What makes rockets fly? Thrust: Solid or liquid combustion must travel straight down for rocket to fly straight up. This applies Newton’s Third Law of Motion Newton’s Third Law of Motion: For every action, there is an equal and opposite reaction
What makes rockets fly? Newton’s Second Law of Motion also applies to rocketry Newton’s Second Law of Motion: F=ma (Force=mass*acceleration) In rockets, propellants make up to 90% of a rocket. In flight propellant is lost (m), so that acceleration increases(a)
What makes rockets fly? Flight Control: Fins help stabilize rockets during flight, giving them direction. 3s and 4s (symmetrically separated) are most effective. 5 is too much drag. Rocket Launcher: Gives rocket initial direction and thrust
Method The rocket launcher was built using following materials: • Wood • Corner Brace • Mending Plate with screws • Galv FLR Flange • Rubber stopper • MIP Hex Nipple (brass • High pressure air hose • Dowel • Cast Female Pipe Tee (brass) • Hook and Loop Cable Tie • Barb Splicer • Rubber Bands • Pan head metal screws • Drill • Bicycle pump • Launch string
Steps for Launcher • Screw flange into wooden base • Attach each brass nipple to each end of the tee • Insert pressure air hose so that it goes through each end of the tee • Insert barb splicer into hole • Drill and stand wood block to base (use braces to sustain) • Drill wooden block on opposite end • Insert rod in wooden block • Attach clamps (should tighten bottleneck) • Wrap rubber bands on back end of the clamps • Wrap hook and cable tie to other end of clamps (after bottle is inserted) • Tie launch string to cable • Connect hose to a pump
Materials for Rockets • 2-Liter empty plastic bottle • Cardboard • Hot Glue Gun • Tape • Scissors • Clay • Water
Steps for Rocket • Cut out and tape cone to bottom end of bottle • Cut out and attach (use hot glue gun) fins into upper end of the bottle • (Ran “string test” to test stability and direction of rocket)
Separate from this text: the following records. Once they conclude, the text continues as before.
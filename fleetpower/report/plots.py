"""Figures for comparisons (optional extra: ``pip install fleetpower[plot]``).

Owns: the comparison figures (PNG and SVG). Imports matplotlib only when called; may import
``limits`` and the comparison's results; nothing imports it but ``cli``.
"""

from __future__ import annotations

import re
from pathlib import Path

import numpy as np

from ..errors import FleetpowerError

PLOT_HINT = "plots need matplotlib: pip install 'fleetpower[plot]'"


def require_matplotlib():
    """Import matplotlib with a headless backend, or raise a clear error."""
    try:
        import matplotlib

        matplotlib.use("Agg")
        import matplotlib.pyplot as plt
    except ImportError:
        raise FleetpowerError(PLOT_HINT) from None
    return plt


#: formats each figure is written in (one file per format, the format from the suffix)
FIGURE_FORMATS = ("png", "svg")
#: the figures of a comparison (:func:`comparison_figures`), by file stem
COMPARISON_FIGURES = ("waveforms", "spectrum", "lifetime_cost")


def figure_paths(folder, stems) -> list[Path]:
    """The files the figures ``stems`` are written to in ``folder`` (every format)."""
    return [Path(folder) / f"{stem}.{ext}" for stem in stems for ext in FIGURE_FORMATS]


def _save(fig, out: Path, stem: str, overwrite: bool = True) -> list[Path]:
    """Write ``fig`` as ``out/stem.<format>`` for every format, each atomically
    (:func:`fleetpower.io.files.write_atomic`: a temporary file in ``out``, then a rename);
    an existing file is refused unless ``overwrite``."""
    from ..io.files import write_atomic

    paths = []
    for p in figure_paths(out, [stem]):
        ext = p.suffix[1:]
        write_atomic(p, lambda fh, ext=ext: fig.savefig(fh, dpi=110, format=ext),
                     overwrite=overwrite, option="--plots")
        paths.append(p)
    return paths


#: linear axes: a data span below this fraction of the signal's magnitude is shown as this
#: fraction (a flat line stays flat instead of magnifying rounding noise); common practice,
#: no source
SPAN_FLOOR_FRAC = 1e-3
#: spectra: orders below this fraction of the fundamental are not drawn. The engine's
#: harmonic error is 6.7e-5 of I1 at the default step (DEVELOPERS.md, "Accuracy per
#: cost"), so a bar below 1e-4 of I1 is indistinguishable from zero.
SPECTRUM_FLOOR_FRAC = 1e-4


def floor_span(lo: float, hi: float, frac: float = SPAN_FLOOR_FRAC):
    """Axis limits that show at least ``frac`` of the signal's magnitude.

    Returns ``(lo, hi, floored)``: unchanged with ``floored`` False when the data's span
    ``hi - lo`` is at least ``frac × max(|lo|, |hi|)``; otherwise limits centred on the
    data with that span and ``floored`` True. Zero data are left to the plotting library.
    """
    scale = max(abs(lo), abs(hi))
    need = frac * scale
    if not (np.isfinite(lo) and np.isfinite(hi)) or scale == 0.0 or hi - lo >= need:
        return lo, hi, False
    mid = 0.5 * (lo + hi)
    return mid - 0.5 * need, mid + 0.5 * need, True


def _floor_axis(ax, values, axis: str = "y", unit: str = "") -> bool:
    """Apply :func:`floor_span` to ``ax``'s y (or x) axis for ``values``; note it on the axes."""
    v = np.asarray(values, dtype=float)
    v = v[np.isfinite(v)]
    if not v.size:
        return False
    lo, hi, floored = floor_span(float(v.min()), float(v.max()))
    if floored:
        (ax.set_ylim if axis == "y" else ax.set_xlim)(lo, hi)
        span = float(v.max() - v.min())
        ax.text(0.01, 0.02, f"variation {span:.2g} {unit} is below "
                f"{SPAN_FLOOR_FRAC:.1%} of the signal: axis shows that much",
                transform=ax.transAxes, fontsize=7, color="0.35", va="bottom")
    return floored


def _rated(design, unit):
    from ..limits.applicability import rated_state

    return next(s for s in unit.states if s.state == rated_state(design))


_HARMONIC_ROW = re.compile(r"i_h(\d+)_a$")


def harmonic_limit_markers(unit) -> tuple[dict[int, float], str, str]:
    """The IEC 61000-3-2 per-harmonic limits to draw on a unit's spectrum.

    Returns ``(limits_a, label, note)``: ``limits_a`` maps harmonic order to the evaluated
    limit [A], only for rows that are in scope and counted (verdict pass or fail); it is
    empty when the set is exempt, for information, out of scope or not evaluated, and
    ``note`` then says why no limit is drawn (empty when limits are drawn).
    """
    from ..limits.applicability import COUNTED, IN_SCOPE

    rows = [r for r in unit.compliance if str(r["set"]).startswith("iec61000-3-2")]
    limits, label, note = {}, "", ""
    for r in rows:
        m = _HARMONIC_ROW.match(str(r["quantity"]))
        if (m and r["limit"] is not None and r.get("scope", IN_SCOPE) == IN_SCOPE
                and r["verdict"] in COUNTED):
            limits[int(m.group(1))] = float(r["limit"])
    if rows:
        cls = str(rows[0]["set"]).rsplit("-", 1)[-1].upper()
        label = f"IEC 61000-3-2 Class {cls} limit"
        if not limits:
            verdicts = sorted({str(r["verdict"]) for r in rows})
            note = f"{label}: {', '.join(verdicts)}, not drawn"
    return limits, label, note


def _legend_above(ax, **kw):
    """The legend in one row above the axes' right corner (the title sits at the left)."""
    return ax.legend(fontsize=7, loc="lower right", bbox_to_anchor=(1.0, 1.0), ncol=2,
                     frameon=False, borderaxespad=0.1, **kw)


def waveform_figure(plt, items):
    """Mains voltage and input current over one cycle at the rated state, one axes per
    ``(design, unit)`` item; a legend on every axes."""
    n = len(items)
    fig, axes = plt.subplots(n, 1, figsize=(7, 2.4 * n), squeeze=False)
    for ax, (design, unit) in zip(axes[:, 0], items, strict=True):
        r = _rated(design, unit)
        t_ms = r.t_s * 1e3
        (lv,) = ax.plot(t_ms, r.v_v, color="0.5", lw=1, label="mains voltage [V]")
        ax.set_ylabel("voltage [V]")
        ax2 = ax.twinx()
        i_ma = r.i_a * 1e3
        (li,) = ax2.plot(t_ms, i_ma, color="tab:red", lw=1.2, label="input current [mA]")
        ax2.set_ylabel("current [mA]")
        _floor_axis(ax2, i_ma, unit="mA")
        ax.set_xlim(t_ms[0], t_ms[-1])
        ax.set_title(f"{design.name}: state '{r.state}'", fontsize=9, loc="left")
        _legend_above(ax, handles=[lv, li])
    axes[-1, 0].set_xlabel("time [ms]")
    fig.tight_layout()
    return fig


def spectrum_figure(plt, items):
    """Harmonic input current per order (1..40) at the rated state, one axes per
    ``(design, unit)`` item, on a log axis floored at :data:`SPECTRUM_FLOOR_FRAC` of the
    fundamental; IEC 61000-3-2 limits drawn only where they apply
    (:func:`harmonic_limit_markers`)."""
    n = len(items)
    fig, axes = plt.subplots(n, 1, figsize=(7, 2.4 * n), squeeze=False)
    h = np.arange(1, 41)
    for ax, (design, unit) in zip(axes[:, 0], items, strict=True):
        r = _rated(design, unit)
        i_ma = np.abs(r.pq.i_h_a[1:41]) * 1e3
        floor = SPECTRUM_FLOOR_FRAC * max(float(i_ma[0]), float(i_ma.max()))
        shown = i_ma >= floor
        ax.bar(h[shown], i_ma[shown], color="tab:blue", label="unit's current [mA rms]")
        limits, label, note = harmonic_limit_markers(unit)
        top = float(i_ma.max())
        if limits:
            lh = np.array(sorted(limits))
            la = np.array([limits[k] for k in lh]) * 1e3
            keep = lh <= 40
            ax.plot(lh[keep], la[keep], "k_", ms=9, mew=1.5, label=f"{label} [mA]")
            top = max(top, float(la[keep].max()) if keep.any() else top)
        ax.set_yscale("log")
        if floor > 0:
            ax.set_ylim(floor, 100.0 * top)  # two decades free for the notes
        hidden = int((~shown).sum())
        notes = [note] if note else []
        if hidden:
            notes.append(f"{hidden} orders below {SPECTRUM_FLOOR_FRAC:.0e} of I1 "
                         "(solver accuracy) not drawn")
        if notes:
            ax.text(0.06, 0.96, "\n".join(notes), transform=ax.transAxes, fontsize=7,
                    color="0.35", va="top")
        ax.set_xlim(0, 41)
        ax.set_ylabel("current [mA rms]")
        ax.set_title(design.name, fontsize=9, loc="left")
        _legend_above(ax)
    axes[-1, 0].set_xlabel("harmonic order")
    fig.tight_layout()
    return fig


def comparison_figures(cmp, folder, overwrite: bool = True) -> list[Path]:
    """Write three figures (PNG and SVG each) for a comparison.

    - ``waveforms``: mains voltage and input current over one cycle, one axes per design
      (at its rated state), :func:`waveform_figure`;
    - ``spectrum``: harmonic current per unit, with the IEC 61000-3-2 limits only where
      they apply to that design, :func:`spectrum_figure`;
    - ``lifetime_cost``: cumulative discounted cost over the service life, all designs.

    An existing file is refused unless ``overwrite`` (the CLI's ``--force``). Returns the
    paths written.
    """
    plt = require_matplotlib()
    out = Path(folder)
    out.mkdir(parents=True, exist_ok=True)
    items = [(c.design, c.unit) for c in cmp.candidates]
    written: list[Path] = []
    for stem, make in (("waveforms", waveform_figure), ("spectrum", spectrum_figure)):
        fig = make(plt, items)
        written += _save(fig, out, stem, overwrite)
        plt.close(fig)

    fig, ax = plt.subplots(figsize=(7, 3.5))
    for c in cmp.candidates:
        ax.plot(c.lifetime.index, c.lifetime["cost_cumulative_discounted"], marker="o",
                ms=3, label=c.design.name)
    ax.set_xlabel("year")
    ax.set_ylabel(f"cumulative discounted cost [{cmp.currency}]")
    ax.set_title(f"{cmp.fleet_name}: cost of ownership", fontsize=9)
    ax.legend(fontsize=7)
    ax.grid(alpha=0.3)
    fig.tight_layout()
    written += _save(fig, out, "lifetime_cost", overwrite)
    plt.close(fig)
    return written
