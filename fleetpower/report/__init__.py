"""Reports: the JSON model of a unit, a fleet and a comparison, and its renderings.

- :mod:`~fleetpower.report.model`: JSON-ready dictionaries (the shape ``--json`` prints);
- :mod:`~fleetpower.report.terminal`: rich terminal summaries drawn from those dictionaries;
- :mod:`~fleetpower.report.markdown`: the comparison as Markdown;
- :mod:`~fleetpower.report.plots`: comparison figures (optional matplotlib extra; not
  imported here).

The bottom of the data flow: it may import any other module; none imports it but ``cli``.
"""

from .markdown import compare_markdown
from .model import (
    COMPARE_ROWS,
    compare_cell,
    compare_to_dict,
    fleet_to_dict,
    fmt,
    state_to_dict,
    unit_to_dict,
)
from .terminal import render_compare, render_fleet, render_unit

__all__ = [
    "COMPARE_ROWS",
    "compare_cell",
    "compare_markdown",
    "compare_to_dict",
    "fleet_to_dict",
    "fmt",
    "render_compare",
    "render_fleet",
    "render_unit",
    "state_to_dict",
    "unit_to_dict",
]
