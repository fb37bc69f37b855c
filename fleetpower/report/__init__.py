"""Reports: the JSON model of a unit, a fleet and a comparison, and its renderings.

- :mod:`~fleetpower.report.model`: JSON-ready dictionaries (the shape ``--json`` prints);
- :mod:`~fleetpower.report.format`: the number format and the labels of every rendering
  (light: imports nothing of fleetpower);
- :mod:`~fleetpower.report.terminal`: rich terminal summaries drawn from those dictionaries;
- :mod:`~fleetpower.report.markdown`: the comparison as Markdown;
- :mod:`~fleetpower.report.plots`: comparison figures (optional matplotlib extra; not
  imported here).

The bottom of the data flow: it may import any other module; none imports it but ``cli``.
The names below are loaded on first use, so ``report.format`` imports without the engine.
"""

from __future__ import annotations

import importlib

_WHERE = {
    "COMPARE_ROWS": "model", "compare_cell": "model", "compare_to_dict": "model",
    "fleet_to_dict": "model", "state_to_dict": "model", "unit_to_dict": "model",
    "fmt": "format", "compare_markdown": "markdown",
    "render_compare": "terminal", "render_fleet": "terminal", "render_unit": "terminal",
}


def __getattr__(name: str):
    if name in _WHERE:
        return getattr(importlib.import_module(f".{_WHERE[name]}", __name__), name)
    raise AttributeError(f"module {__name__!r} has no attribute {name!r}")


__all__ = sorted(_WHERE)
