def render_line(d: dict, console: Console) -> None:
    """Terminal summary of a product line; readable at 80 columns and without colour."""
    first = d["first_year"]
    span = (f"years {first}-{first + d['horizon_years'] - 1}" if first is not None
            else f"{d['horizon_years']} years")
    console.print(Panel(Text.assemble(
        ("fleetpower line  ", "bold"), (d["product_line"], "bold cyan"),
        f"\n{len(d['models'])} models in {len(d['markets'])} markets; sales over "
        f"{d['sales_years']} years, installed base over {span}"), box=box.HEAVY, expand=False))
    mk = Table(box=box.SIMPLE_HEAD, title="Markets (data/markets.csv unless overridden)",
               title_justify="left", pad_edge=False)
    for col in ("market", "mains", "price/kWh", "CO2/kWh", "rules applied"):
        mk.add_column(col, overflow="fold")
    for m in d["markets"]:
        mk.add_row(m["market"], f"{m['v_ln_v']:g} V {m['frequency_hz']:g} Hz",
                   f"{m['price_per_kwh']:g} {m['currency']}", f"{m['co2_kg_per_kwh']:g} kg",
                   str(len(m["limit_sets"])))
    console.print(mk)
    t = Table(box=box.SIMPLE_HEAD, title="Every model on every market's mains (per unit)",
              title_justify="left", pad_edge=False)
    for col, just in (("model", "left"), ("mkt", "left"), ("standby", "right"),
                      ("active", "right"), ("PF", "right"), ("kWh/yr", "right"),
                      ("headroom", "right"), ("fails", "right")):
        t.add_column(col, justify=just, overflow="fold")
    for p in d["pairs"]:
        sb = fmt(p["standby_p_w"], 3, "W") if p["standby_p_w"] is not None else "not named"
        t.add_row(p["model"], p["market"] + ("*" if p["rating_note"] else ""), sb,
                  fmt(p["active_p_w"], 3, "W"), fmt(p["active_pf"], 2),
                  fmt(p["energy_per_unit_kwh"], 3), _headroom_text(p),
                  str(p["failed_checks"]))
    console.print(t)
    console.print(Text("headroom: 100 % minus the most-used applicable check (negative "
                       "fails); * sold outside its rating:", style="dim"))
    for p in d["pairs"]:
        if p["rating_note"]:
            console.print(Text(f"  {p['model']} in {p['market']}: {p['rating_note']}",
                               style="yellow"))
    for p in d["pairs"]:
        if p["failures"]:
            console.print(Text(f"{p['model']} in {p['market']} fails: {humanize(p['failures'])}",
                               style="red"))
    basis = _basis_lines(d)
    if basis:
        console.print(Text("basis of the figures (measured, not simulated):", style="bold"))
        for line in basis:
            console.print(Text("  " + line))
    ib = Table(box=box.SIMPLE_HEAD, title="Installed base (all models and markets)",
               title_justify="left", pad_edge=False)
    for col in ("year", "units in service", "energy", "CO2"):
        ib.add_column(col, justify="right")
    for y in d["totals_by_year"]:
        label = str(first + y["year"]) if first is not None else str(y["year"])
        ib.add_row(label, f"{y['units_in_service']:,.0f}", fmt(y["energy_kwh"] / 1e3, 4, "MWh"),
                   fmt(y["co2_kg"] / 1e3, 4, "t"))
    console.print(ib)
    for cur, rows in d["cost_by_currency"].items():
        total = sum(x["cost"] for x in rows)
        console.print(Text(f"cost to users over the horizon, {cur} markets: "
                           f"{total:,.0f} {cur}"))
    for key, title in (("least_headroom", "Fix first: least headroom"),
                       ("most_energy", "Fix first: most installed-base energy")):
        ft = Table(box=box.SIMPLE_HEAD, title=title, title_justify="left", pad_edge=False)
        for col in ("model in market", "worst check", "used", "MWh", "largest standby loss"):
            ft.add_column(col, overflow="fold", justify="right" if col in ("used", "MWh") else "left",
                          min_width={"worst check": _RULE_WIDTH,
                                     "largest standby loss": 16}.get(col))
        for x in d["fix_first"][key]:
            ft.add_row(f"{x['model']}\nin {x['market']}", _check_cell(x["worst_check"]),
                       fmt(x["worst_used_pct"], 3, "%"), fmt(x["installed_kwh"] / 1e3, 4),
                       f"{x['driver']} {fmt(x['driver_w'], 2, 'W')} of "
                       f"{fmt(x['driver_of_p_w'], 2, 'W')} ({x['driver_state']})")
        console.print(ft)
    if d.get("warnings"):
        console.print(Panel("\n".join(f"- {humanize(w)}" for w in d["warnings"]),
                            title="Warnings", border_style="yellow", title_align="left"))
    if d.get("caution"):
        console.print(Panel(Text(d["caution"], style="bold"), title="SAFETY",
                            border_style="red", box=box.DOUBLE))
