def compare(
    fleet_path: str | Path,
    design_paths: list[str | Path],
    years: int | None = None,
    rate: float | None = None,
    escalation: float | None = None,
    progress=None,
    at: float | None = None,
    at_samples: int = 100,
    at_seed: int = 0,
) -> Comparison:
    """Evaluate each candidate design on the same fleet and over the same life.

    Parameters
    ----------
    fleet_path : path
        Fleet file.
    design_paths : list of path
        Candidate design files (at least one); each must have a ``role``.
    years, rate, escalation : optional
        Service life [year], discount rate [1/year] and energy-price escalation
        [1/year]; defaults 10, 5 % and 2 % (or the fleet file's ``[economics]``).

    Notes
    -----
    Purchase cost is the candidate's ``unit_price`` times the units it replaces (other
    groups are the same for every candidate and are left out of the purchase). Running
    cost is the whole fleet's annual energy, demand and reactive-energy cost. Lifetime
    cost = purchase + Σ_k running·(1+g)^(k−1)/(1+r)^k over the life
    (:func:`fleetpower.economics.lifetime_cost`).
    """
    if not design_paths:
        raise InputError(str(fleet_path), "--design", "name at least one candidate design")
    spec = load_fleet(fleet_path)
    econ = spec.economics
    for option, value, why in (("--years", years, life_problem),
                               ("--rate", rate, rate_problem),
                               ("--escalation", escalation, rate_problem)):
        if value is not None and why(value):
            raise InputError("compare", option, why(value))
    rate_given = rate is not None
    years = int(econ.get("service_life_years", DEFAULT_YEARS) if years is None else years)
    rate = float(econ.get("discount_rate", DEFAULT_RATE) if rate is None else rate)
    esc = float(econ.get("energy_escalation", DEFAULT_ESCALATION)
                if escalation is None else escalation)
    why = horizon_problem(rate, esc, years)
    if why:  # named after where the rate came from: the command line or the fleet file
        raise (InputError("compare", "--rate", why) if rate_given else
               InputError(str(fleet_path), "economics.discount_rate", why))
    candidates = []
    seen = set()
    for k, dp in enumerate(design_paths):
        path = Path(check_path(dp, "--design")).resolve()
        if path in seen:
            raise InputError(str(dp), "--design", "named twice")
        seen.add(path)
        design = load_design(path)
        new_spec, replaced = replace_role(spec, path, design)
        if at is not None:
            from .spread.study import fleet_at_percentile

            new_spec, _ = fleet_at_percentile(new_spec, at, samples=at_samples, seed=at_seed)
        on_site = new_spec.designs[path]
        if progress:
            progress(k + 1, len(design_paths), design.name)
        unit = analyse_unit(on_site)
        uc = list(unit.compliance)
        result = evaluate_fleet(new_spec, unit_catalogue(new_spec.designs))
        price = design.unit_price
        if price is None:
            raise InputError(design.source, "unit_price", "a candidate needs a unit_price to "
                             "be compared over its life")
        purchase = price * replaced
        annual = result.total_cost_per_year
        life = E.lifetime_cost(purchase, annual, rate, years, esc)
        candidates.append(Candidate(
            label=path.stem, path=path, design=on_site, unit=unit, unit_compliance=uc,
            fleet=result, replaced_units=replaced, purchase_cost=purchase,
            annual_cost=annual, lifetime=life, driver=_driver(unit),
            failures=candidate_failures(uc, unit, result, on_site.name)))
    shared = shared_failures(spec, candidates)
    keys = {f.key for f in shared}
    candidates = [replace(c, failures=[f for f in c.failures if f.key not in keys])
                  for c in candidates]
    paybacks = []
    holding = [c for c in candidates if not c.collapsed]
    cheapest = min(holding, key=lambda c: (c.purchase_cost, c.label)) if holding else None
    for c in holding:
        if c is cheapest:
            continue
        pb = E.payback_year(c.lifetime["cost_cumulative_discounted"].to_numpy(),
                            cheapest.lifetime["cost_cumulative_discounted"].to_numpy())
        reason = pb.reason.replace("design a", c.label).replace("design b", cheapest.label)
        if pb.year is not None:
            reason += f" against {cheapest.label}, the cheapest to buy that powers its load"
        paybacks.append({"design": c.label, "against": cheapest.label,
                         "payback_year": pb.year, "reason": reason})
    return Comparison(
        fleet_name=spec.name, fleet_file=spec.file, currency=spec.site.currency,
        years=years, rate=rate, escalation=esc, candidates=candidates, paybacks=paybacks,
        recommendation=recommend(candidates, years, spec.site.currency),
        basis=None if at is None else (f"each design at P{at:g} of its own spread of input "
                                       f"power ({at_samples} units, seed {at_seed})"),
        shared_failures=shared, baseline=None if cheapest is None else cheapest.label,
    )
Running the Experiment These were the steps taken in running our experiment: • Place rocket launcher right in front of Berkeley Campanile • Fill up rocket with different amounts of water • Insert Rocket into rocket launcher • Insert different quantities of pressure • Detach string from hook and cable tie • Record (very roughly) how high each rocket went (based purely on eyesight)
Results Rocket Launch#1: Volume: 70% total mass of bottle Pressure: 50 psi Height: 4th Window of the Campanile
Results Rocket Launch #2: Volume: 75% total mass of bottle Pressure: 80 psi Height: Clock
Results Rocket Launch #3: Volume: 75% total mass of bottle Pressure: 90 Height: TOP OF THE TOWER!!!!!!
Results Rocket Launch #4: Volume: 65% total mass of bottle Pressure: 90 Height: HIGHER THAN THE TOWER!!!!!!
Analysis Because our (Juan and Luis’) rocket had its center of mass more obviously located above the center of pressure than the other rocket, our experiment supports the notion that this rocket setup is best.
Conclusion A rocket whose center of mass is higher than the center of pressure is more likely to fly higher than one that is very roughly positioned equally or in which the center of pressure is located higher than the center of mass.